With regular pipes, most police are savvy enough to tell the difference without asking, but if I light up a zepp in public, I'd prepare to have a conversation with any LEOs that came by.


----------



## GuitarDan (Nov 26, 2009)

You guys are right on the plugs... same company wrong design.


----------



## GuitarDan (Nov 26, 2009)

Why have conversation with the police. Politely tell them that it's not. If hassled, blow a large puff of smoke into their faces and chuckle.


----------



## DarHin (Dec 4, 2008)

GuitarDan said:


> Why have conversation with the police. Politely tell them that it's not. If hassled, blow a large puff of smoke into their faces and chuckle.


...all the way to the klink!


----------



## arkadij (Jan 10, 2010)

Hi! 

Thanks all!

My google-fu is quite strong, I have found some stuff about how a few people feels about cigar pipes. 

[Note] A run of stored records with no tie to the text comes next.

"""Vectorised planar geometry helpers (coordinates in m)."""

from __future__ import annotations

import numpy as np


def points_in_polygon(px: np.ndarray, py: np.ndarray, vertices: np.ndarray) -> np.ndarray:
    """Even-odd test of points (``px``, ``py``, any equal shapes) against a closed polygon;
    points on an edge (within 1e-12 of the polygon's size) count as inside, whatever the
    edge's orientation, so a mirrored polygon paints the mirrored cells.

    Vectorised over the points; loops only over the polygon's edges.
    """
    inside = np.zeros(np.broadcast(px, py).shape, dtype=bool)
    on_edge = np.zeros_like(inside)
    xv, yv = vertices[:, 0], vertices[:, 1]
    xw, yw = np.roll(xv, -1), np.roll(yv, -1)
    tol = 1e-12 * max(float(np.ptp(xv)), float(np.ptp(yv)), 1.0)
    for x0, y0, x1, y1 in zip(xv, yv, xw, yw, strict=True):
        dx, dy = x1 - x0, y1 - y0
        length2 = dx * dx + dy * dy
        u = np.clip(((px - x0) * dx + (py - y0) * dy) / length2, 0.0, 1.0)
        on_edge |= np.hypot(px - (x0 + u * dx), py - (y0 + u * dy)) <= tol
        if y0 == y1:
            continue
        crosses = (y0 > py) != (y1 > py)
        x_at = x0 + (py - y0) * dx / dy
        inside ^= crosses & (px < x_at)
    return inside | on_edge


def segment_frame(p0: np.ndarray, p1: np.ndarray) -> tuple[np.ndarray, np.ndarray, float]:
    """Unit tangent, unit normal (tangent rotated −90°) and length of segment p0 → p1."""
    d = np.asarray(p1, float) - np.asarray(p0, float)
    length = float(np.hypot(*d))
    t = d / length
    return t, np.array([t[1], -t[0]]), length
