"""The box method's mesh arrays from a triangulation: control volumes bounded by the median
dual (edge midpoints joined to centroids), faces per triangle and edge with the conductance
weight ½·cot of the opposite angle, volume pieces per triangle and vertex, and the
boundary edges; all O(triangles), vectorised. :mod:`fvheat.mesh.triangles` makes the
triangulation; :mod:`fvheat.mesh.imported` reads one.
"""

from __future__ import annotations

from dataclasses import replace

import numpy as np

from fvheat.mesh.mesh import Mesh


def triangle_areas(v: np.ndarray, t: np.ndarray) -> np.ndarray:
    """Signed areas (m², positive counter-clockwise) of triangles ``t`` on points ``v``."""
    x, y = v[:, 0], v[:, 1]
    x0, y0 = x[t[:, 0]], y[t[:, 0]]
    return 0.5 * ((x[t[:, 1]] - x0) * (y[t[:, 2]] - y0) - (y[t[:, 1]] - y0) * (x[t[:, 2]] - x0))


def box_mesh(
    v: np.ndarray,
    t: np.ndarray,
    tri_material: np.ndarray,
    material_names: tuple[str, ...],
    boundary_names: tuple[str, ...],
    edges: tuple[np.ndarray, np.ndarray] | None = None,
    tri_region: np.ndarray | None = None,
) -> Mesh:
    """The vertex-centred :class:`Mesh` of triangles ``t`` (k, 3) on vertices ``v`` (m):
    control volumes bounded by the median dual (edge midpoints joined to centroids).
    ``edges``: the boundary edges as :func:`boundary_edges` finds them, when known;
    ``tri_region``: the region of each triangle, when known (``piece_region``, ``region``).

    Interior faces: one per triangle and edge (owner → neighbour along the edge), weight
    ½·cot of the opposite angle, material of the triangle. Pieces: one per triangle and
    vertex, a third of the triangle's area. Boundary faces: the two halves of every
    boundary edge, each belonging to its end vertex, centred at the quarter point, with
    ``b_dist`` = 0. All O(triangles), vectorised. Arrays equal by construction are one
    array, read-only (``d_owner`` and ``d_neighbour``, ``face_material`` and
    ``piece_material``): fewer fresh pages.
    """
    t = np.asarray(t, dtype=np.int64)
    nv = len(v)
    nf = 3 * len(t)
    area = np.empty(len(t))
    a, b = np.empty(nf, dtype=np.int64), np.empty(nf, dtype=np.int64)
    weight, length, half_edge = np.empty(nf), np.empty(nf), np.empty(nf)
    normal, face_centre = np.empty((nf, 2)), np.empty((nf, 2))
    # in blocks of triangles: the temporaries stay small (in cache, no fresh pages)
    for lo in range(0, len(t), BLOCK):
        hi = min(len(t), lo + BLOCK)
        block = t[lo:hi]  # (a view: turned counter-clockwise in place)
        signed = triangle_areas(v, block)
        flip = signed < 0
        block[flip] = block[flip][:, [0, 2, 1]]
        np.abs(signed, out=area[lo:hi])
        f = slice(3 * lo, 3 * hi)
        _faces(
            v,
            t[lo:hi],
            area[lo:hi],
            a[f],
            b[f],
            weight[f],
            length[f],
            half_edge[f],
            normal[f],
            face_centre[f],
        )
    face_material = np.repeat(np.asarray(tri_material, dtype=np.int32), 3)
    face_material.flags.writeable = False
    half_edge.flags.writeable = False

    piece_cell = t.ravel()
    area /= 3.0
    piece_volume = np.repeat(area, 3)
    volumes = np.bincount(piece_cell, weights=piece_volume, minlength=nv)

    # counter-clockwise triangles: the body lies left of a → b
    ea, eb = edges if edges is not None else boundary_edges(a, b, nv)
    d = v[eb] - v[ea]
    elen = np.hypot(*d.T)
    out = np.column_stack([d[:, 1], -d[:, 0]]) / elen[:, None]
    b_cell = np.concatenate([ea, eb])
    b_centre = np.concatenate([0.75 * v[ea] + 0.25 * v[eb], 0.25 * v[ea] + 0.75 * v[eb]])
    nb = b_cell.size
    mesh = Mesh(
        centres=v.copy(),
        volumes=volumes,
        material=np.zeros(nv, dtype=np.int32),
        material_names=material_names,
        owner=a,
        neighbour=b,
        face_area=length,
        d_owner=half_edge,
        d_neighbour=half_edge,
        face_centre=face_centre,
        face_normal=normal,
        b_cell=b_cell,
        b_area=np.concatenate([0.5 * elen, 0.5 * elen]),
        b_dist=np.zeros(nb),
        b_centre=b_centre,
        b_normal=np.concatenate([out, out]),
        b_boundary=np.full(nb, -1, dtype=np.int32),
        b_exchange=np.ones(nb),
        boundary_names=boundary_names,
        kind="triangles",
        face_material=face_material,
        face_weight=weight,
        piece_cell=piece_cell,
        piece_material=face_material,
        piece_volume=piece_volume,
        triangles=t,
        triangle_material=np.asarray(tri_material, dtype=np.int32),
    )
    best = largest_piece(mesh)
    if tri_region is None:
        return replace(mesh, material=face_material[best])
    piece_region = np.repeat(tri_region, 3)
    return replace(
        mesh, material=face_material[best], piece_region=piece_region, region=piece_region[best]
    )


#: triangles per block of :func:`box_mesh`'s face arithmetic (its temporaries, some 100 kB
#: each, stay in the core's cache: 0.14 → 0.12 s at 400 000 triangles against 32 768)
BLOCK = 1 << 12


def _faces(
    v: np.ndarray,
    t: np.ndarray,
    area: np.ndarray,
    a: np.ndarray,
    b: np.ndarray,
    weight: np.ndarray,
    length: np.ndarray,
    half_edge: np.ndarray,
    normal: np.ndarray,
    face_centre: np.ndarray,
) -> None:
    """The face pieces of counter-clockwise triangles ``t`` (areas ``area``, m²) on ``v``
    (m), written into the given arrays (3 per triangle, piece 3i + e on edge e): end
    points ``a`` → ``b``, cotangent weight, dual segment length (m), half edge length (m),
    unit normal towards ``b`` and centre (m)."""
    # local edge e: vertices (e+1, e+2), opposite vertex e
    a.reshape(-1, 3)[:] = t[:, [1, 2, 0]]
    b.reshape(-1, 3)[:] = t[:, [2, 0, 1]]
    c = t.ravel()
    x, y = v[:, 0], v[:, 1]
    xa, ya, xc, yc = x[a], y[a], x[c], y[c]
    ux, uy = xa - xc, ya - yc
    wx, wy = np.subtract(x[b], xc, out=xc), np.subtract(y[b], yc, out=yc)
    # ½·cot θ = ½·(u·w)/(u × w), and u × w is twice the (counter-clockwise) triangle's area
    np.multiply(ux, wx, out=weight)
    weight += uy * wy
    weight /= np.repeat(4.0 * area, 3)
    # the dual segment: centroid − edge midpoint = (2c − a − b)/6 = −(u + w)/6
    dx, dy = ux + wx, uy + wy
    dx /= -6.0
    dy /= -6.0
    np.multiply(dx, dx, out=length)
    length += dy * dy
    np.sqrt(length, out=length)
    ax, ay = np.subtract(wx, ux, out=wx), np.subtract(wy, uy, out=wy)  # the edge a → b
    # the dual segment turned clockwise, pointing from a towards b (a counter-clockwise
    # triangle's centroid lies left of a → b, so this is the sign that crosses to b)
    turn = np.multiply(dy, ax, out=ux)
    turn -= np.multiply(dx, ay, out=uy)
    np.sign(turn, out=turn)
    turn /= length
    np.multiply(dy, turn, out=normal[:, 0])
    np.negative(turn, out=turn)
    np.multiply(dx, turn, out=normal[:, 1])
    np.multiply(ax, ax, out=half_edge)
    half_edge += ay * ay
    np.sqrt(half_edge, out=half_edge)
    half_edge *= 0.5
    # halfway along the dual segment: (a + b + 2d)/2
    xa += x[b]
    xa += dx
    np.multiply(xa, 0.5, out=face_centre[:, 0])
    ya += y[b]
    ya += dy
    np.multiply(ya, 0.5, out=face_centre[:, 1])


def boundary_edges(a: np.ndarray, b: np.ndarray, n: int) -> tuple[np.ndarray, np.ndarray]:
    """The edges a → b (vertex indices < ``n``) of consistently oriented triangles that no
    other triangle has, in either direction: the boundary edges, sorted by (min, max)."""
    big = np.int64(n)
    lo, hi = np.minimum(a, b), np.maximum(a, b)
    # the undirected edge, and its direction in the lowest bit; one sort finds the pairs
    key = np.sort((lo * big + hi) * 2 + (a > b))
    edge = key >> 1
    single = np.ones(len(key), dtype=bool)
    pair = edge[1:] == edge[:-1]
    single[1:] &= ~pair
    single[:-1] &= ~pair
    key = key[single]
    turned = (key & 1).astype(bool)
    lo, hi = np.divmod(key >> 1, big)
    return np.where(turned, hi, lo), np.where(turned, lo, hi)


def largest_piece(mesh: Mesh) -> np.ndarray:
    """Per cell, the index of its largest piece (of equal ones the last): what the cell is
    drawn and summarised as."""
    assert mesh.piece_cell is not None and mesh.piece_volume is not None
    cell, vol = mesh.piece_cell, mesh.piece_volume
    best = np.zeros(mesh.n_cells)
    np.maximum.at(best, cell, vol)
    win = np.flatnonzero(vol == best[cell])
    out = np.full(mesh.n_cells, -1, dtype=np.int64)
    np.maximum.at(out, cell[win], win)
    return out


def open_edges(
    v: np.ndarray, t: np.ndarray, keep: np.ndarray, neighbours: np.ndarray
) -> tuple[np.ndarray, np.ndarray]:
    """The edges a → b (the kept triangle's interior on the left) of kept triangles whose
    neighbour across is missing or dropped: the body's boundary edges."""
    alive = np.append(keep, False)  # index −1: no neighbour
    tk, nk = t[keep], np.asarray(neighbours)[keep]
    rows, j = np.nonzero(~alive[nk])
    a, b = tk[rows, (j + 1) % 3], tk[rows, (j + 2) % 3]
    turned = triangle_areas(v, tk[rows]) < 0  # (triangle makes them counter-clockwise)
    return np.where(turned, b, a), np.where(turned, a, b)


def sorted_edges(a: np.ndarray, b: np.ndarray, n: int) -> tuple[np.ndarray, np.ndarray]:
    """Edges a → b in the order :func:`boundary_edges` gives them (by min, then max)."""
    order = np.argsort(np.minimum(a, b) * np.int64(n) + np.maximum(a, b), kind="stable")
    return a[order], b[order]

But to remain on topic: Neither of you has any experience with this thing?


----------



## GuitarDan (Nov 26, 2009)

Not I. Looks like fun though!


----------



## SmokinDragon (May 31, 2009)

GuitarDan said:


> Not for pot. They use plugs.
> 
> VAUEN :: Pfeifen und Filter












it says cheese, bit i say Sponge Bob Pipe...


----------



## Mad Hatter (Apr 8, 2007)

arkadij said:


> Hi!
> 
> Thanks all!
> 
> ...


I had one similar made of metal when I was younger :dunno: . It smoked fine but once you lit it, it was gonna keep burning no matter what. I remember smoking it at the Blue Oyster Cult show. God-zilla-god-zilla-god-zilla-god-zilla!!! That was awesome! Sorry I can't be of more help.


----------



## AnticoPipa (Feb 13, 2010)

I have this pipe and enjoy smoking, especially in windy or rainy weather, or the places where only cigarettes are allowed to smoke.


----------